▶ **ACTION ITEM**
Every line in the listing below that holds the word "toml" should be returned.

▶ **AVAILABLE DATA**
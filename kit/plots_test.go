package kit

import (
	"bytes"
	"encoding/xml"
	"math"
	"strconv"
	"strings"
	"testing"

	"coilwright/parts"
	"coilwright/parts/spec"
	"coilwright/templates"
)

// svgNode is any SVG element read back from a plot.
type svgNode struct {
	XMLName  xml.Name
	Attrs    []xml.Attr `xml:",any,attr"`
	Children []svgNode  `xml:",any"`
	Text     string     `xml:",chardata"`
}

func (n svgNode) attr(name string) string {
	for _, a := range n.Attrs {
		if a.Name.Local == name {
			return a.Value
		}
	}
	return ""
}

func (n svgNode) num(t *testing.T, name string) float64 {
	t.Helper()
	v, err := strconv.ParseFloat(n.attr(name), 64)
	if err != nil {
		t.Fatalf("<%s class=%q> %s=%q: %v", n.XMLName.Local, n.attr("class"), name, n.attr(name), err)
	}
	return v
}

// all returns every element under n (n included) whose class is cls.
func (n svgNode) all(cls string) []svgNode {
	var out []svgNode
	if n.attr("class") == cls {
		out = append(out, n)
	}
	for _, c := range n.Children {
		out = append(out, c.all(cls)...)
	}
	return out
}

// texts returns the data-text of every element of class cls.
func (n svgNode) texts(cls string) []string {
	var out []string
	for _, e := range n.all(cls) {
		out = append(out, e.attr("data-text"))
	}
	return out
}

func parsePlot(t *testing.T, b []byte) svgNode {
	t.Helper()
	var n svgNode
	if err := xml.NewDecoder(bytes.NewReader(b)).Decode(&n); err != nil {
		t.Fatalf("plot is not well-formed XML: %v", err)
	}
	return n
}

// plotCoordTol is the largest difference in mm between a coordinate read
// back and the one expected: plots write coordinates to 0.01 mm.
const plotCoordTol = 0.006

// planPlots returns the demo's plots by file name.
func planPlots(t *testing.T, demo string) (*Kit, map[string][]byte, []string) {
	t.Helper()
	k := demoKit(t, demo, Options{Version: "test"})
	ps, err := k.plots()
	if err != nil {
		t.Fatal(err)
	}
	m := map[string][]byte{}
	var names []string
	for _, p := range ps {
		m[p.Name] = p.SVG
		names = append(names, p.Name)
	}
	return k, m, names
}

func TestPlotFiles(t *testing.T) {
	for demo, want := range map[string]string{
		// One kit: no nested sheets.
		"demo-2g4-cylinder.toml": "plot-match.svg plot-gain.svg plot-pattern-1.svg plot-pattern-2.svg plot-side.svg plot-plan.svg plot-reflector.svg plot-wedge.svg",
		// A batch of six adds each part's nested sheet.
		"demo-5g8-cone.toml": "plot-match.svg plot-gain.svg plot-pattern-1.svg plot-pattern-2.svg plot-side.svg plot-plan.svg plot-reflector.svg plot-wedge.svg plot-panel-reflector.svg plot-panel-wedge.svg",
	} {
		t.Run(demo, func(t *testing.T) {
			_, _, names := planPlots(t, demo)
			if got := strings.Join(names, " "); got != want {
				t.Errorf("plots %s\nwant  %s", got, want)
			}
		})
	}
}

func TestMatchPlotCoordinates(t *testing.T) {
	for _, demo := range templates.Demos() {
		t.Run(demo, func(t *testing.T) {
			k, m, _ := planPlots(t, demo)
			doc := parsePlot(t, m["plot-match.svg"])
			e := k.electrical()
			areas := doc.all("plot-area")
			if len(areas) != 1 {
				t.Fatalf("%d plot areas, want 1", len(areas))
			}
			a := areas[0]
			ax, ay, aw, ah := a.num(t, "x"), a.num(t, "y"), a.num(t, "width"), a.num(t, "height")
			// The chart's mapping written out again: the plot range across,
			// VSWR 1 to matchVSWRMax up.
			xAt := func(f float64) float64 { return ax + (f-e.LowMHz)/(e.HighMHz-e.LowMHz)*aw }
			yAt := func(v float64) float64 { return ay + ah - (v-1)/(matchVSWRMax-1)*ah }
			near := func(what string, got, want float64) {
				t.Helper()
				if math.Abs(got-want) > plotCoordTol {
					t.Errorf("%s at %.3f mm, want %.3f", what, got, want)
				}
			}
			b := *k.Design.Spec.BandLowMHz
			h := *k.Design.Spec.BandHighMHz
			edges := doc.all("band-edge")
			if len(edges) != 2 {
				t.Fatalf("%d band edges, want 2", len(edges))
			}
			near("low band edge", edges[0].num(t, "x1"), xAt(b))
			near("high band edge", edges[1].num(t, "x1"), xAt(h))
			bands := doc.all("band")
			if len(bands) != 1 || bands[0].attr("data-low-mhz") != strconv.FormatFloat(b, 'f', -1, 64) {
				t.Fatalf("band rect %v", bands)
			}
			near("band shading start", bands[0].num(t, "x"), xAt(b))
			// The target is the VSWR the strip is sized for, [wedge]
			// max_vswr (1.5 by default in both demos), drawn at its value
			// on the VSWR axis.
			target := doc.all("target")
			if len(target) != 1 {
				t.Fatalf("%d target lines, want 1", len(target))
			}
			want := k.Design.Spec.Wedge.MaxVSWR
			near("target line", target[0].num(t, "y1"), yAt(want))
			if math.Abs(e.TargetVSWR-want) > 1e-9 || want != 1.5 {
				t.Errorf("target VSWR %.4f, want the spec's max_vswr %.4f (1.5 in the demos)", e.TargetVSWR, want)
			}
			for cls, want := range map[string]string{"axis-label y": "VSWR", "axis-label y2": "Return loss (dB)", "axis-label x": "Frequency (MHz)"} {
				if got := doc.texts(cls); len(got) != 1 || got[0] != want {
					t.Errorf("%s %q, want %q", cls, got, want)
				}
			}
			// Both demos run the field solution: the curves are its sweep,
			// point for point, and the note names the model.
			f := k.Design.Field
			if f == nil {
				t.Fatal("the demo ran no field solution")
			}
			if got := doc.texts("note"); len(got) != 1 || got[0] != "Field solution (method of moments, plate reflector model, "+strconv.Itoa(f.Unknowns)+" unknowns)" {
				t.Errorf("note %q does not name the field solution and its model", got)
			}
			var vswr svgNode
			for _, s := range doc.all("series") {
				if s.attr("data-name") == "VSWR" {
					vswr = s
				}
			}
			pts := pathPoints(t, vswr.attr("d"))
			if len(pts) != len(f.Points) {
				t.Fatalf("VSWR curve has %d points, the sweep %d", len(pts), len(f.Points))
			}
			for i, p := range f.Points {
				near("VSWR curve x", pts[i][0], xAt(p.FrequencyMHz))
				near("VSWR curve y", pts[i][1], yAt(p.VSWR))
			}
		})
	}
}

// pathPoints reads the vertices of an SVG path written as M/L commands.
func pathPoints(t *testing.T, d string) [][2]float64 {
	t.Helper()
	f := strings.FieldsFunc(d, func(r rune) bool { return r == 'M' || r == 'L' || r == ' ' })
	if len(f)%2 != 0 {
		t.Fatalf("path %q has an odd number of coordinates", d)
	}
	var out [][2]float64
	for i := 0; i < len(f); i += 2 {
		x, err1 := strconv.ParseFloat(f[i], 64)
		y, err2 := strconv.ParseFloat(f[i+1], 64)
		if err1 != nil || err2 != nil {
			t.Fatalf("path %q: %v %v", d, err1, err2)
		}
		out = append(out, [2]float64{x, y})
	}
	return out
}

// TestPlotsWithoutFieldSolution holds that a spec turning the solver off
// draws the textbook estimates, labelled as such, and that the gain plot
// and the pattern cuts follow the field solution when it ran.
func TestPlotsWithoutFieldSolution(t *testing.T) {
	b, _ := templates.Demo("demo-5g8-cone.toml")
	b = append(append([]byte{}, b...), "\n[solver]\nenabled = false\n"...)
	s, err := spec.ParseSpec(b)
	if err != nil {
		t.Fatal(err)
	}
	k, err := New(Source{Name: "off", Bytes: b, Spec: s}, Options{Version: "test"})
	if err != nil {
		t.Fatal(err)
	}
	if k.Design.Field != nil {
		t.Fatal("the solver ran though the spec turns it off")
	}
	ps, err := k.plots()
	if err != nil {
		t.Fatal(err)
	}
	for _, p := range ps[:4] { // match, gain, two pattern cuts
		doc := parsePlot(t, p.SVG)
		if got := doc.texts("note"); len(got) != 1 || !strings.HasPrefix(got[0], "Textbook estimate") {
			t.Errorf("%s: note %q does not say the curves are textbook estimates", p.Name, got)
		}
		if !strings.Contains(strings.ToLower(p.Caption), "textbook estimate") {
			t.Errorf("%s: caption %q does not say textbook", p.Name, p.Caption)
		}
	}
	if got := strings.Join(k.reportSectionTitles(), "|"); strings.Contains(got, fieldSectionTitle) {
		t.Errorf("report sections %q include the field solution, which did not run", got)
	}
	if e := k.electrical(); len(e.FreqMHz) != sweepPoints || !e.Estimate {
		t.Errorf("textbook curves: %d points, estimate %v", len(e.FreqMHz), e.Estimate)
	}

	if c := bandFigure(k.electrical()).Caption; !strings.Contains(c, "(textbook estimate)") {
		t.Errorf("band figure caption %q does not say textbook estimate", c)
	}

	// With the solver on, the gain curves, the cuts and the build sheet's
	// band figure are the solution's.
	on := demoKit(t, "demo-5g8-cone.toml", Options{Version: "test"})
	f := on.Design.Field
	e := on.electrical()
	fig := bandFigure(e)
	if !strings.Contains(fig.Caption, "(field solution, plate reflector model)") {
		t.Errorf("band figure caption %q does not name the field solution", fig.Caption)
	}
	if curve := fig.Paths[len(fig.Paths)-1].Points; len(curve) != len(f.Points) {
		t.Errorf("band figure curve has %d points, the sweep %d", len(curve), len(f.Points))
	} else {
		for i, p := range f.Points {
			// The figure's own mapping: VSWR 1 to bandFigVSWRMax over its height.
			if want := (math.Min(p.VSWR, bandFigVSWRMax) - 1) / (bandFigVSWRMax - 1) * bandFigH; math.Abs(curve[i].Y-want) > 1e-9 {
				t.Errorf("band figure point %d at %.4f, want %.4f", i, curve[i].Y, want)
			}
		}
	}
	if e.Estimate || len(e.RHCPDBic) != len(f.Points) {
		t.Fatalf("field curves: estimate %v, %d points", e.Estimate, len(e.RHCPDBic))
	}
	for i, p := range f.Points {
		if e.RHCPDBic[i] != p.AxisRHCPDBic || e.LHCPDBic[i] != p.AxisLHCPDBic || e.AxialRatioDB[i] != p.AxialRatioDB {
			t.Errorf("point %d: gain curves differ from the sweep", i)
		}
	}
	if len(e.Cuts) != len(f.Cuts) || e.CentreMHz != f.Centre.FrequencyMHz {
		t.Fatalf("%d cuts at %v MHz, the solution has %d at %v", len(e.Cuts), e.CentreMHz, len(f.Cuts), f.Centre.FrequencyMHz)
	}
	for i, c := range f.Cuts {
		for j, smp := range c.Samples {
			if e.Cuts[i].RHCPDBic[j] != smp.RHCPDBic || math.Abs(e.Cuts[i].AngleRad[j]-smp.ThetaDeg*math.Pi/180) > 1e-12 {
				t.Fatalf("cut %d sample %d differs from the solution", i, j)
			}
		}
	}
}

func TestGainAndPatternPlots(t *testing.T) {
	k, m, _ := planPlots(t, "demo-2g4-cylinder.toml")
	gain := parsePlot(t, m["plot-gain.svg"])
	styles := map[string]string{}
	for _, s := range gain.all("series") {
		styles[s.attr("data-name")] = s.attr("data-style") + " " + s.attr("stroke-dasharray")
	}
	if styles["RHCP"] == "" || styles["LHCP"] == "" || styles["RHCP"] == styles["LHCP"] || styles["Axial ratio"] == "" {
		t.Errorf("series styles %q: RHCP and LHCP must differ by dash as well as colour", styles)
	}
	if got := strings.Join(gain.texts("axis-label y"), "|"); got != "Gain (dBic)|Axial ratio (dB)" {
		t.Errorf("value axes %q", got)
	}
	// The textbook curves at the design frequency are the report's: the
	// LHCP coil's co-polar component is LHCP.
	p := k.Design.TextbookSweep([]float64{k.Design.Spec.FrequencyMHz})[0]
	if k.Design.Coil.Hand != parts.LeftHand || !(p.LHCPDBic > p.RHCPDBic) {
		t.Errorf("%s coil: RHCP %.1f, LHCP %.1f dBic", k.Design.Coil.Hand, p.RHCPDBic, p.LHCPDBic)
	}
	for _, name := range []string{"plot-pattern-1.svg", "plot-pattern-2.svg"} {
		doc := parsePlot(t, m[name])
		traces := doc.all("trace")
		if len(traces) != 2 || traces[0].attr("data-name") != "RHCP" || traces[1].attr("data-name") != "LHCP" || traces[0].attr("data-style") == traces[1].attr("data-style") {
			t.Errorf("%s: traces %v", name, traces)
		}
		rings := doc.texts("ring-label")
		if len(rings) < 4 || !strings.HasSuffix(rings[0], "dBic") {
			t.Errorf("%s: ring labels %q", name, rings)
		}
	}
	for _, name := range []string{"plot-side.svg", "plot-plan.svg", "plot-reflector.svg", "plot-wedge.svg"} {
		doc := parsePlot(t, m[name])
		if got := doc.texts("scale-note"); len(got) != 1 || !strings.HasPrefix(got[0], "Scale ") {
			t.Errorf("%s: scale note %q", name, got)
		}
	}
}

func TestMatchedBand(t *testing.T) {
	// A made-up V-shaped VSWR: 1 at 100 MHz, rising 0.1 per MHz; the
	// target 2 is crossed at 90 and 110 MHz.
	e := &electrical{TargetVSWR: 2}
	for f := 80.0; f <= 120; f += 4 {
		e.FreqMHz = append(e.FreqMHz, f)
		e.VSWR = append(e.VSWR, 1+0.1*math.Abs(f-100))
	}
	lo, hi, ok := e.matchedBand(100)
	if !ok || math.Abs(lo-90) > 1e-9 || math.Abs(hi-110) > 1e-9 {
		t.Errorf("matched band %v–%v (%v), want 90–110", lo, hi, ok)
	}
	e.TargetVSWR = 0.5
	if _, _, ok := e.matchedBand(100); ok {
		t.Error("a target below the best VSWR still gives a matched band")
	}
}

▶ **WRITTEN REPLY**
		"demo-2g4-cylinder.toml": "plot-match.svg plot-gain.svg plot-pattern-1.svg plot-pattern-2.svg plot-side.svg plot-plan.svg plot-reflector.svg plot-wedge.svg",
		"demo-5g8-cone.toml": "plot-match.svg plot-gain.svg plot-pattern-1.svg plot-pattern-2.svg plot-side.svg plot-plan.svg plot-reflector.svg plot-wedge.svg plot-panel-reflector.svg plot-panel-wedge.svg",
	b, _ := templates.Demo("demo-5g8-cone.toml")
	on := demoKit(t, "demo-5g8-cone.toml", Options{Version: "test"})
	k, m, _ := planPlots(t, "demo-2g4-cylinder.toml")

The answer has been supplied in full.